START Task input
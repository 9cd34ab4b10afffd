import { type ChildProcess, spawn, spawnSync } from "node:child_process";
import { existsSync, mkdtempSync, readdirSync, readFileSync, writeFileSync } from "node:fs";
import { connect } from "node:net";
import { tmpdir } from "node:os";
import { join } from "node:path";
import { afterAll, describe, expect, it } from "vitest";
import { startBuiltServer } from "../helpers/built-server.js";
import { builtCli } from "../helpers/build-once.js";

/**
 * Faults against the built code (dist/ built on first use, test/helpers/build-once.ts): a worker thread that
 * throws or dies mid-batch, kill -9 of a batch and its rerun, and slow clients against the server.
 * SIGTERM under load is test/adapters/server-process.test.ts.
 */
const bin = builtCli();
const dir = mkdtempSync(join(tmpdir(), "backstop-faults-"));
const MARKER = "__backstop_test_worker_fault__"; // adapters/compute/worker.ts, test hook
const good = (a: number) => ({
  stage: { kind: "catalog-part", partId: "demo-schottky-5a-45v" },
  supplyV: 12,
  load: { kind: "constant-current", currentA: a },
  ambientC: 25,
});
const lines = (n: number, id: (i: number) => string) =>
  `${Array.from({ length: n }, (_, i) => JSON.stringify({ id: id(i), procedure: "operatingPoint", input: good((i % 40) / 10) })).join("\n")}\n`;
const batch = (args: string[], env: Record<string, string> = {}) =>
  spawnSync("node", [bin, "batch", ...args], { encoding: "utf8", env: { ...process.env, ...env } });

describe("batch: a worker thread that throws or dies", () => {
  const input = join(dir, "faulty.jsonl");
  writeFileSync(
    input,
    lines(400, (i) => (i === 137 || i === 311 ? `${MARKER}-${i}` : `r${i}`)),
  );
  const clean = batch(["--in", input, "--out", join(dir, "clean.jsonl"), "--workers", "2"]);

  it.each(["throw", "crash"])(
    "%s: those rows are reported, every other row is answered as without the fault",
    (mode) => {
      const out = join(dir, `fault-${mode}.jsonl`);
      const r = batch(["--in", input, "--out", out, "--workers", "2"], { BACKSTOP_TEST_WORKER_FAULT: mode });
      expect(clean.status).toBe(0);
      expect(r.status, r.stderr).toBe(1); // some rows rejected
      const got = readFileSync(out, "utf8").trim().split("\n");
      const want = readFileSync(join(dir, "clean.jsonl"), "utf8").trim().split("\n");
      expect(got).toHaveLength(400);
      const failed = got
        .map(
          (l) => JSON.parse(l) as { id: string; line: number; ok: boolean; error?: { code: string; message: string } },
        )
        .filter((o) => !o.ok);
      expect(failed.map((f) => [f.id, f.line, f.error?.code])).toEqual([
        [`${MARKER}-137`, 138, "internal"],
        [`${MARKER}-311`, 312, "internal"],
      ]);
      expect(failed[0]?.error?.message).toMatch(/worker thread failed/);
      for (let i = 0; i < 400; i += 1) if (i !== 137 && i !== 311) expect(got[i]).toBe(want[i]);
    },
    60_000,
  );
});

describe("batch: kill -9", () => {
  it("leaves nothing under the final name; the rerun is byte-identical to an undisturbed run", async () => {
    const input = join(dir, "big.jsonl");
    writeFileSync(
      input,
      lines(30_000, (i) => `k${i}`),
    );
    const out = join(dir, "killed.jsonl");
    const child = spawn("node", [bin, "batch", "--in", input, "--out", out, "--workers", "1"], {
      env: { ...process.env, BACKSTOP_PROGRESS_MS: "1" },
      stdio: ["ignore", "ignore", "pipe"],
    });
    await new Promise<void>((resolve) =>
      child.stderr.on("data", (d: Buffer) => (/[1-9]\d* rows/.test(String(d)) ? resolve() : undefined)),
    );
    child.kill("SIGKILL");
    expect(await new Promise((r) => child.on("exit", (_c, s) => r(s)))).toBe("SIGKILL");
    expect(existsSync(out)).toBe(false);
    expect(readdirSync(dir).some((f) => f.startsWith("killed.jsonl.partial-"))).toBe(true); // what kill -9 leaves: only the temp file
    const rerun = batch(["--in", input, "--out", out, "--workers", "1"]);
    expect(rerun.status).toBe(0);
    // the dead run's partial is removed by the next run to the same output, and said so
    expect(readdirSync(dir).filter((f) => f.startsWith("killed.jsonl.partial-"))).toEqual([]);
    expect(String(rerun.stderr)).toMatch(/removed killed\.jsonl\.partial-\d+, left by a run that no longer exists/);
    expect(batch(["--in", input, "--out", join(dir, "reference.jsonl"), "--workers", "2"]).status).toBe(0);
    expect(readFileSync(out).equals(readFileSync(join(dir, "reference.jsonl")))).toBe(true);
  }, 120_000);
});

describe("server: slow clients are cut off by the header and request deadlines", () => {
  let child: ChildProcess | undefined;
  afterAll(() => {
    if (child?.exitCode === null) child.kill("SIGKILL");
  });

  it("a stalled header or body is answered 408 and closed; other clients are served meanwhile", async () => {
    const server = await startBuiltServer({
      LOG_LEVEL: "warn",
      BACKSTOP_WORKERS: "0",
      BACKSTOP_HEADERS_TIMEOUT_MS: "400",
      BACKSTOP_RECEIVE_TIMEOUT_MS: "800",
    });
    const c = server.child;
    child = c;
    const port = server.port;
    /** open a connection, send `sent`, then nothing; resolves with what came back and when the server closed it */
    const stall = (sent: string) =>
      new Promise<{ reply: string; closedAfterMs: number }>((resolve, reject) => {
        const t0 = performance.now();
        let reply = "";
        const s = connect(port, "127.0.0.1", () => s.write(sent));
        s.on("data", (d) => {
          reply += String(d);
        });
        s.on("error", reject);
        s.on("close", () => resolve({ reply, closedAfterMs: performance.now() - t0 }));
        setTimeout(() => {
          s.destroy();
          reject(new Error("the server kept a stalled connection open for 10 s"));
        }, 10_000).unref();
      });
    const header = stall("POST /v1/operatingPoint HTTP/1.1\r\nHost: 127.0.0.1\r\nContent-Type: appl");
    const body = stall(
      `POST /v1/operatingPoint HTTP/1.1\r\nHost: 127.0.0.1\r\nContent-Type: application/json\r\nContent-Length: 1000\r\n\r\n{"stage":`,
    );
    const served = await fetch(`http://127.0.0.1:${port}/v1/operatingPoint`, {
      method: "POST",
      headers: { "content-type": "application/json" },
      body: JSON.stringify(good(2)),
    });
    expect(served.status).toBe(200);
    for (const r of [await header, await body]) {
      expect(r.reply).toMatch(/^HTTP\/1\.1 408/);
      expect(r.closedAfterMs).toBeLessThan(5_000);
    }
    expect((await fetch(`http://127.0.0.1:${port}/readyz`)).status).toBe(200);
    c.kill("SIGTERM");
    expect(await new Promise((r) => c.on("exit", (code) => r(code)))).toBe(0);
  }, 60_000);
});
END Task input
In the data above, find the line that contains "describe, expect, it", then reproduce exactly every line from the first line through that line.

repository 9cd34ab4b10afffd
import { type ChildProcess, spawn, spawnSync } from "node:child_process";
import { existsSync, mkdtempSync, readdirSync, readFileSync, writeFileSync } from "node:fs";
import { connect } from "node:net";
import { tmpdir } from "node:os";
import { join } from "node:path";
import { afterAll, describe, expect, it } from "vitest";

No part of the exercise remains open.